REQUIREMENT: Output every line from the beginning of the records through the line that contains "import java.net.http.HttpResponse;", exactly as it appears.

--- MATERIAL SUPPLIED Enclosed Below ---

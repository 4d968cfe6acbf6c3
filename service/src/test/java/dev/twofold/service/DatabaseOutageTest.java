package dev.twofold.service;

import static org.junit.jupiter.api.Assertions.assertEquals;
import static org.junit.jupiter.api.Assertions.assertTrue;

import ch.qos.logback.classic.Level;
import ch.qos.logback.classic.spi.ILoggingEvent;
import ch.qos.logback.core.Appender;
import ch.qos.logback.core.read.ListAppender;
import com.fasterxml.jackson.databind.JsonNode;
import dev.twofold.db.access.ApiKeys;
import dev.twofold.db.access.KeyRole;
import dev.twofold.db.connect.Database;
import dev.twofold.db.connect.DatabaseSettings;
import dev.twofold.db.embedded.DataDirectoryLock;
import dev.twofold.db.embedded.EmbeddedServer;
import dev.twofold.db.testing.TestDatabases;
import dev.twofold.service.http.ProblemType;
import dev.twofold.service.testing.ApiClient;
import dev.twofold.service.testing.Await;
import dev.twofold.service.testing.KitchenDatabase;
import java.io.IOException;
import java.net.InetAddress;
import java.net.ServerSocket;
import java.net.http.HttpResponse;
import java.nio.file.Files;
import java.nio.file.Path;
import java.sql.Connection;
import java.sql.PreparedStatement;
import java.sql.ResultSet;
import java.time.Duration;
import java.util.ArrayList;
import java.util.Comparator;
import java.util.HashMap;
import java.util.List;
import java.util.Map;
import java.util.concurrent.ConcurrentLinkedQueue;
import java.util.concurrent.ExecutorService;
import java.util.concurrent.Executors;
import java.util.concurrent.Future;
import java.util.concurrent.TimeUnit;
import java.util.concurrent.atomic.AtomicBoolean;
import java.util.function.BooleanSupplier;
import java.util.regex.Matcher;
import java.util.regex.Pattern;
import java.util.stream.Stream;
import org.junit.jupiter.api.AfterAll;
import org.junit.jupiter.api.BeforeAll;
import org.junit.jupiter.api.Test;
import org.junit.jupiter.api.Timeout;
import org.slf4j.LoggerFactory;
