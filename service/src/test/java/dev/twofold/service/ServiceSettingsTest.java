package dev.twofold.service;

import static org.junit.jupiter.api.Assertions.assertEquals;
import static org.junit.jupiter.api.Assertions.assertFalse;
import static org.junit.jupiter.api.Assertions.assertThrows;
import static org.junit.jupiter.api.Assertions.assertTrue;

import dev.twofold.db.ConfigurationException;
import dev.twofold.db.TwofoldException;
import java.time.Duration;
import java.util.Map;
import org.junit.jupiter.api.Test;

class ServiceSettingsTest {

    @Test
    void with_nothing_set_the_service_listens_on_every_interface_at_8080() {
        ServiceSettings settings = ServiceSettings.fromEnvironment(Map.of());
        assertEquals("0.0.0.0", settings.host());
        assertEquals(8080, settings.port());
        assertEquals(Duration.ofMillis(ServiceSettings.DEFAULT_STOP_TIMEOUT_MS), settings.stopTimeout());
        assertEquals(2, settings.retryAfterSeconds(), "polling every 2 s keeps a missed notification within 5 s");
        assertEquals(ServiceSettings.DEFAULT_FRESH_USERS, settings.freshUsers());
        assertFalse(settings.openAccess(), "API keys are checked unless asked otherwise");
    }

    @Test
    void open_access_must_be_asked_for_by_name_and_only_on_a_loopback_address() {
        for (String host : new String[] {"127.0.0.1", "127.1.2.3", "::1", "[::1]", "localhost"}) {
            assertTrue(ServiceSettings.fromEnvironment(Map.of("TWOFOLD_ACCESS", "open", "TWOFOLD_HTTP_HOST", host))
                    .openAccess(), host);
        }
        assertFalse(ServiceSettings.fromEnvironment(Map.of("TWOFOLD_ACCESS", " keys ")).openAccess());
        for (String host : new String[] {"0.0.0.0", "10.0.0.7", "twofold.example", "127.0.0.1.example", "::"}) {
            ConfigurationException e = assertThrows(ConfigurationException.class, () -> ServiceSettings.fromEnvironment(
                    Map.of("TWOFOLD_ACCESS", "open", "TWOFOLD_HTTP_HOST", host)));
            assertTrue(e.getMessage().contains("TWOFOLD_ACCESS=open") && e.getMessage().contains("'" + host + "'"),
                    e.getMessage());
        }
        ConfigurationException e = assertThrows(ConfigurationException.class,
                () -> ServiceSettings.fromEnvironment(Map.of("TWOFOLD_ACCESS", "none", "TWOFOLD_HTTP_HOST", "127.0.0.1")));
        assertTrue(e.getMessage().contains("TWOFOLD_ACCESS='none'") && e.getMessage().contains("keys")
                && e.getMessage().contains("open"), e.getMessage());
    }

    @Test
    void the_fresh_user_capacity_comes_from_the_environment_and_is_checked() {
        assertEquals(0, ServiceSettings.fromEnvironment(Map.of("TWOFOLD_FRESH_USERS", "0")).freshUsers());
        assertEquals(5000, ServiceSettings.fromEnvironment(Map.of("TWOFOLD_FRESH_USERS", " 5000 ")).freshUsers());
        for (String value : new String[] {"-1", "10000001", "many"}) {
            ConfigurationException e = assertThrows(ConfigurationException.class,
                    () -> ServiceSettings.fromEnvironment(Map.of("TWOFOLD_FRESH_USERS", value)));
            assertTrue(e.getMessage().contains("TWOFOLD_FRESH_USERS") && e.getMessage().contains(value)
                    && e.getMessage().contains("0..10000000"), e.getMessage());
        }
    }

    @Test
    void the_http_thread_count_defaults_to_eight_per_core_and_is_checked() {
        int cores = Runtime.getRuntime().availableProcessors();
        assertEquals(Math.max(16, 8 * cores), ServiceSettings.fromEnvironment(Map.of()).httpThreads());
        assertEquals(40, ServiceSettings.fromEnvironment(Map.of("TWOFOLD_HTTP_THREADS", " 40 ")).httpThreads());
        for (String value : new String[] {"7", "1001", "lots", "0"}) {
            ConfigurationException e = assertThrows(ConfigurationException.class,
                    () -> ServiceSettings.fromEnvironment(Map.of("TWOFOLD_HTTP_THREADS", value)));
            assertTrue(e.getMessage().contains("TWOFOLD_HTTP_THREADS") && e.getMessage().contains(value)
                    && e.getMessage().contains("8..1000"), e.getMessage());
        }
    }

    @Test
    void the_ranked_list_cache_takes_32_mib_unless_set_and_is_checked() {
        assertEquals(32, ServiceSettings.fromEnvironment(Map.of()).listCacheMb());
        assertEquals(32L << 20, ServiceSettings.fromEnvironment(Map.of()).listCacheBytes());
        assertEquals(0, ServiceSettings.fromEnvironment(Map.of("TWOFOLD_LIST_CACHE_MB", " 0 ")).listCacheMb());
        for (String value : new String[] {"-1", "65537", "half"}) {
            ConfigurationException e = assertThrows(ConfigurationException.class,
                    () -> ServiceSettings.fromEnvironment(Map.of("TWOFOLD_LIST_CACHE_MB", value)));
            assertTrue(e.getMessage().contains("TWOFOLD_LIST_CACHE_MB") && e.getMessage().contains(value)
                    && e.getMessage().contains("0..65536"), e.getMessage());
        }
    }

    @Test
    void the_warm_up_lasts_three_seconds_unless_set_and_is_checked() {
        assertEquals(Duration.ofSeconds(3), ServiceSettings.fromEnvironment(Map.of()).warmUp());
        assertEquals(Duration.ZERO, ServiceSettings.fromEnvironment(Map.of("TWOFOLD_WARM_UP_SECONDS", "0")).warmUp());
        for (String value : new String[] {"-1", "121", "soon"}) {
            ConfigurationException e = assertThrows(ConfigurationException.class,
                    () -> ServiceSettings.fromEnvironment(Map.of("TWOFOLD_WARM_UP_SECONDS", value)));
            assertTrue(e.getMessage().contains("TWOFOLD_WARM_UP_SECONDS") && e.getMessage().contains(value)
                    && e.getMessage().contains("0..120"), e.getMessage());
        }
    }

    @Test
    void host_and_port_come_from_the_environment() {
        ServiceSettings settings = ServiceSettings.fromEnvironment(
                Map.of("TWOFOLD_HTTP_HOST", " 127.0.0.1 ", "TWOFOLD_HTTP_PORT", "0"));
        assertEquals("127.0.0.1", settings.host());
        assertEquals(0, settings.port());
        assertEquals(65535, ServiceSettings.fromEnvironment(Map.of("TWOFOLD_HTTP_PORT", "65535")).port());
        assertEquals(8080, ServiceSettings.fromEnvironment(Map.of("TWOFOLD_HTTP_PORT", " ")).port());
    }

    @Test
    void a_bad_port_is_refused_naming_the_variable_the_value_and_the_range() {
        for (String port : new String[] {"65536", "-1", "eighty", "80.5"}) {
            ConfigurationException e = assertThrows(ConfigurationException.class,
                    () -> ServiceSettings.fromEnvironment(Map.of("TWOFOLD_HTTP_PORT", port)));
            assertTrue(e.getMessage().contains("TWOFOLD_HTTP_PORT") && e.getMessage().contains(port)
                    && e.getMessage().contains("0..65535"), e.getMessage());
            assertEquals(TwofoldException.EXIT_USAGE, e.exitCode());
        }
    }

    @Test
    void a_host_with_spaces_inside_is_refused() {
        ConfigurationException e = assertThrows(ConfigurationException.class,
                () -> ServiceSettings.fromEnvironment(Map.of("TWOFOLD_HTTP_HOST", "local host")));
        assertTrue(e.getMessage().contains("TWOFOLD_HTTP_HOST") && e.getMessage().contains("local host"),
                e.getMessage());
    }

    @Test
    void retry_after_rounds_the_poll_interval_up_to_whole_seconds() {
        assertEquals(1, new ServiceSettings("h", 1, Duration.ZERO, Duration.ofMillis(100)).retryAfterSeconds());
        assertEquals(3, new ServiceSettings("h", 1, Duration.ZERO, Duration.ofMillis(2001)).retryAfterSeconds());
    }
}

--- End of Enclosed MATERIAL SUPPLIED ---

SOLUTION FOR THIS PROBLEM:
repository 4d968cfe6acbf6c3
filename service/src/test/java/dev/twofold/service/DatabaseOutageTest.java
package dev.twofold.service;

import static org.junit.jupiter.api.Assertions.assertEquals;
import static org.junit.jupiter.api.Assertions.assertTrue;

import ch.qos.logback.classic.Level;
import ch.qos.logback.classic.spi.ILoggingEvent;
import ch.qos.logback.core.Appender;
import ch.qos.logback.core.read.ListAppender;
import com.fasterxml.jackson.databind.JsonNode;
import dev.twofold.db.access.ApiKeys;
import dev.twofold.db.access.KeyRole;
import dev.twofold.db.connect.Database;
import dev.twofold.db.connect.DatabaseSettings;
import dev.twofold.db.embedded.DataDirectoryLock;
import dev.twofold.db.embedded.EmbeddedServer;
import dev.twofold.db.testing.TestDatabases;
import dev.twofold.service.http.ProblemType;
import dev.twofold.service.testing.ApiClient;
import dev.twofold.service.testing.Await;
import dev.twofold.service.testing.KitchenDatabase;
import java.io.IOException;
import java.net.InetAddress;
import java.net.ServerSocket;
import java.net.http.HttpResponse;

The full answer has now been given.